Ltome-Katip: Indigenous-Led Labelling for Inclusive AI in Addressing Human-Wildlife Conflict and Climate Change

Principal Investigator(s)

Research Team Members

Diana Mastracci
Titus Letaapo
Mario Vargas

Project Description

The Ltome-Katip Project is an Indigenous-led initiative aimed at producing labeled data in support of machine learning applications for remote sensing analysis. The project is being implemented simultaneously in two geographically and culturally distinct regions to address issues of human-wildlife conflict. These are the Namunyak Conservancy in Samburu, Kenya, and the Shuar Territory in the Ecuadorian Amazon, Ecuador. In Kenya the main target is elephants (Ltome) and in Ecuador the main target is rats (Katip).
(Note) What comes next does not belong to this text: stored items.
/** The books of a run (see {@link Books}) from what was read and what the pipeline counted. */
export function runBooks(inputs: readonly LogInput[], rejects: number, run: CountedRun): Books {
  const sum = (k: 'lines' | 'blankLines' | 'events' | 'rejectedLines' | 'lostRecords' | 'damage' | 'arrivals' | 'withdraws'): number =>
    inputs.reduce((a, i) => a + i[k], 0);
  const withdraws = sum('withdraws');
  return {
    lines: sum('lines'),
    blankLines: sum('blankLines'),
    events: sum('events'),
    rejectedLines: sum('rejectedLines'),
    lostRecords: sum('lostRecords'),
    damage: sum('damage'),
    rejects,
    arrivals: sum('arrivals'),
    withdraws,
    duplicates: run.totals.duplicates,
    demandOccurrences: run.totals.demandUnits,
    supplyOccurrences: run.totals.supplyUnits,
    appliedWithdraws: withdraws - run.totals.ignoredWithdraws,
    ignoredWithdraws: run.totals.ignoredWithdraws,
    matched: run.totals.matched,
    demandExpired: run.expired.demand,
    supplyExpired: run.expired.supply,
  };
}

/** Puts an online run and (optionally) the hindsight optimum into the SPEC §6 summary. */
export function buildSummary(args: {
  config: PairflowConfig;
  run: CountedRun;
  hindsight: HindsightResult | null;
  rejects: number;
  inputs: readonly LogInput[];
  warm: boolean;
  timings: { loadMs: number; hindsightMs: number | null; totalMs: number; cpuMs: number };
}): ReplaySummary {
  const { run, hindsight: h } = args;
  const { regret, ratio } = regretAndRatio(run.online.cost, h ? h.cost : null);
  const hMarkets = new Map((h?.markets ?? []).map((m) => [m.market, m]));
  const names = [...new Set([...run.markets.map((m) => m.market), ...hMarkets.keys()])].sort();
  const onlineByMarket = new Map(run.markets.map((m) => [m.market, m]));
  const markets: MarketSummary[] = names.map((market) => {
    const o = onlineByMarket.get(market);
    const hm = hMarkets.get(market);
    return {
      market,
      online: { cost: o?.cost ?? 0, matched: o?.matched ?? 0, abandoned: o?.abandoned ?? 0 },
      hindsight: h ? { cost: hm?.cost ?? 0, matched: hm?.matched ?? 0, abandoned: hm?.abandoned ?? 0 } : null,
    };
  });
  return {
    windowMs: args.config.windowMs,
    demandUnits: run.totals.demandUnits,
    supplyUnits: run.totals.supplyUnits,
    online: { ...run.online },
    hindsight: h ? hindsightStats(h) : null,
    regret,
    ratio,
    rejects: args.rejects,
    duplicates: run.totals.duplicates,
    ignoredWithdraws: run.totals.ignoredWithdraws,
    late: run.totals.late,
    commit: args.config.commit,
    warm: args.warm,
    epochs: { ...run.epochs },
    markets,
    inputs: args.inputs.map((i) => basename(i.file)),
    files: fileSummaries(args.inputs),
    books: runBooks(args.inputs, args.rejects, run),
    timings: {
      loadMs: args.timings.loadMs,
      onlineMs: run.ms,
      hindsightMs: args.timings.hindsightMs,
      totalMs: args.timings.totalMs,
      cpuMs: args.timings.cpuMs,
      epochSolve: run.epochSolve,
    },
  };
}

/**
 * Replays log files through the windowed online policy and compares with the
 * hindsight optimum (SPEC §3–4, §6).
 * @example const s = await runReplay(['day.jsonl.gz'], { ...DEFAULT_CONFIG, windowMs: 10_000 }, { outDir: 'runs/w10s' });
 */
export async function runReplay(paths: readonly string[], config: PairflowConfig, opts: ReplayOptions = {}): Promise<ReplaySummary> {
  const now = opts.now ?? defaultNow;
  const start = now();
  const cpuStart = (opts.cpuNow ?? defaultCpuNow)();
  let runDir: RunDirSink | null = null;
  const sinks: OutputSink[] = [];
  let sink: OutputSink | null = null;
  try {
    if (opts.outDir !== undefined) sinks.push(runDir = await openRunDir(opts.outDir));
    if (opts.rejectsFile !== undefined) {
      await checkOutputPath(opts.rejectsFile);
      sinks.push(openRejectsFile(opts.rejectsFile));
    }
    sink = sinks.length === 0 ? null : sinks.length === 1 ? sinks[0]! : teeSink(sinks);
    const out = sink;
    // Rejects go straight to the outputs as they are found, and are only counted here:
    // a log of a million bad lines must not hold them all (issue #10).
    const loaded = await loadLog([...paths], {
      metric: config.metric,
      strict: opts.strict ?? false,
      keepRejects: false,
      onReject: (r) => {
        out?.reject(r);
        opts.onReject?.(r);
      },
      ...(out ? { backpressure: out } : {}),
      ...(opts.maxRejects ? { maxRejects: opts.maxRejects } : {}),
    });
    checkLoadedLog(loaded, opts.maxRejects);
    const loadMs = now() - start;
    const { summary, digest } = await replayLoadedFull(loaded, config, {
      ...opts, now, ...(out ? { sink: out } : {}), loadMs, start, cpuStart, digest: opts.digest ?? runDir !== null, releaseEvents: true,
    });
    sink = null;
    // Close every output even when one fails, then report the first failure.
    const closed = await Promise.allSettled(sinks.map((x) => x.close()));
    const failed = closed.find((r): r is PromiseRejectedResult => r.status === 'rejected');
    if (failed) throw failed.reason;
    if (runDir) {
      // Compact: its tables are long and only the report reads them.
      if (digest) await writeWholeFile(join(runDir.workDir, DIGEST_FILE), JSON.stringify(digest));
      await runDir.writeJson(RUN_FILES.summary, summary);
      await runDir.writeJson(RUN_FILES.manifest, buildManifest({
        command: opts.command ?? ['runReplay', ...paths],
        inputs: loaded.inputs,
        config,
        options: {
          warm: opts.warm ?? true,
          strict: opts.strict ?? false,
          hindsight: opts.hindsight !== false,
          ...(opts.maxRejects ? { maxRejects: opts.maxRejects } : {}),
        },
        outputs: Object.values(RUN_FILES).filter((f) => f !== DIGEST_FILE || digest !== null),
      }));
      await runDir.commit();
      runDir = null;
    }
    return summary;
  } finally {
    // On failure, still close what was opened and take back an unfinished run
    // directory; the first error is the one reported.
    if (sink) await Promise.allSettled(sinks.map((x) => x.close()));
    if (runDir) await runDir.abort();
  }
}

/** {@link runReplay} on a log that is already loaded (the sweep and tests reuse it). */
export async function replayLoaded(
  loaded: LoadedLog,
  config: PairflowConfig,
  opts: ReplayOptions & { sink?: OutputSink; loadMs?: number; start?: number } = {},
): Promise<ReplaySummary> {
  return (await replayLoadedFull(loaded, config, opts)).summary;
}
The project employs acoustic sensors, camera traps, and weather stations to collect bio-acoustic data, images, and environmental parameters. By incorporating Indigenous knowledge from the Samburu (and Shuar) communities, the Ltome-Katip Project uniquely labels animal sounds, creating culturally grounded datasets.

The project has collected more than 1.3 million one minute audio files in Kenya and Ecuador along with hundreds of camera trap images and weather data. The analysis of these acoustic data is ongoing and is performed using the Arbimon (arbimon.org) cloud platform for the data labeling. The labels generated from the acoustic data are collated with the weather and camera trap data to facilitate machine learning applications.

Researchers and community members from a Shuar community of the Amazon in eastern Ecuador.

Figure 1: Researchers and community members from a Shuar community of the Amazon in eastern Ecuador.

Researchers from the Samburu community at Reteti Elephant Sanctuary in northern Kenya attending a training session on camera traps.

Figure 2: Researchers from the Samburu community at Reteti Elephant Sanctuary in northern Kenya attending a training session on camera traps.